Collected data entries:
from notchkit.site import model as m
from notchkit.site.crossref import CrossRefs, _opt, _val
from notchkit.site.reader import Reader, _join
from notchkit.site.sections import SECTIONS

MAX_RADIOS = 256
"""Most radios (transmitters, receivers and transceivers together) in one site file."""
MAX_TRANSMITTERS = 229
"""Most transmitting radios: C(229, 3) = 1 975 354 three-transmitter combinations, the
largest count within :data:`MAX_IM_TRIPLES`."""
MAX_IM_TRIPLES = 2_000_000
"""Most three-transmitter intermodulation combinations the survey enumerates; checked
here, before any enumeration, so a huge site is one clear line, not a huge allocation."""

_TX_KEYS = ("bandwidth_khz", "harmonic_suppression_dbc", "noise_dbc_hz", "im_conversion_db",
            "im_order_step_db")  # fmt: skip
_RX_KEYS = (
    "bandwidth_khz", "sensitivity_dbm", "blocking_dbm", "noise_figure_db", "iip2_dbm", "iip3_dbm",
    "receiver_class", "selectivity", "band_noise_dbm",
)  # fmt: skip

▶ **Task description**
Output each line of the entries exactly, so that nothing is lost.

▶ **Solution to this exercise**
from notchkit.site import model as m
from notchkit.site.crossref import CrossRefs, _opt, _val
from notchkit.site.reader import Reader, _join
from notchkit.site.sections import SECTIONS

MAX_RADIOS = 256
"""Most radios (transmitters, receivers and transceivers together) in one site file."""
MAX_TRANSMITTERS = 229
"""Most transmitting radios: C(229, 3) = 1 975 354 three-transmitter combinations, the
largest count within :data:`MAX_IM_TRIPLES`."""
MAX_IM_TRIPLES = 2_000_000
"""Most three-transmitter intermodulation combinations the survey enumerates; checked
here, before any enumeration, so a huge site is one clear line, not a huge allocation."""

_TX_KEYS = ("bandwidth_khz", "harmonic_suppression_dbc", "noise_dbc_hz", "im_conversion_db",
            "im_order_step_db")  # fmt: skip
_RX_KEYS = (
    "bandwidth_khz", "sensitivity_dbm", "blocking_dbm", "noise_figure_db", "iip2_dbm", "iip3_dbm",
    "receiver_class", "selectivity", "band_noise_dbm",
)  # fmt: skip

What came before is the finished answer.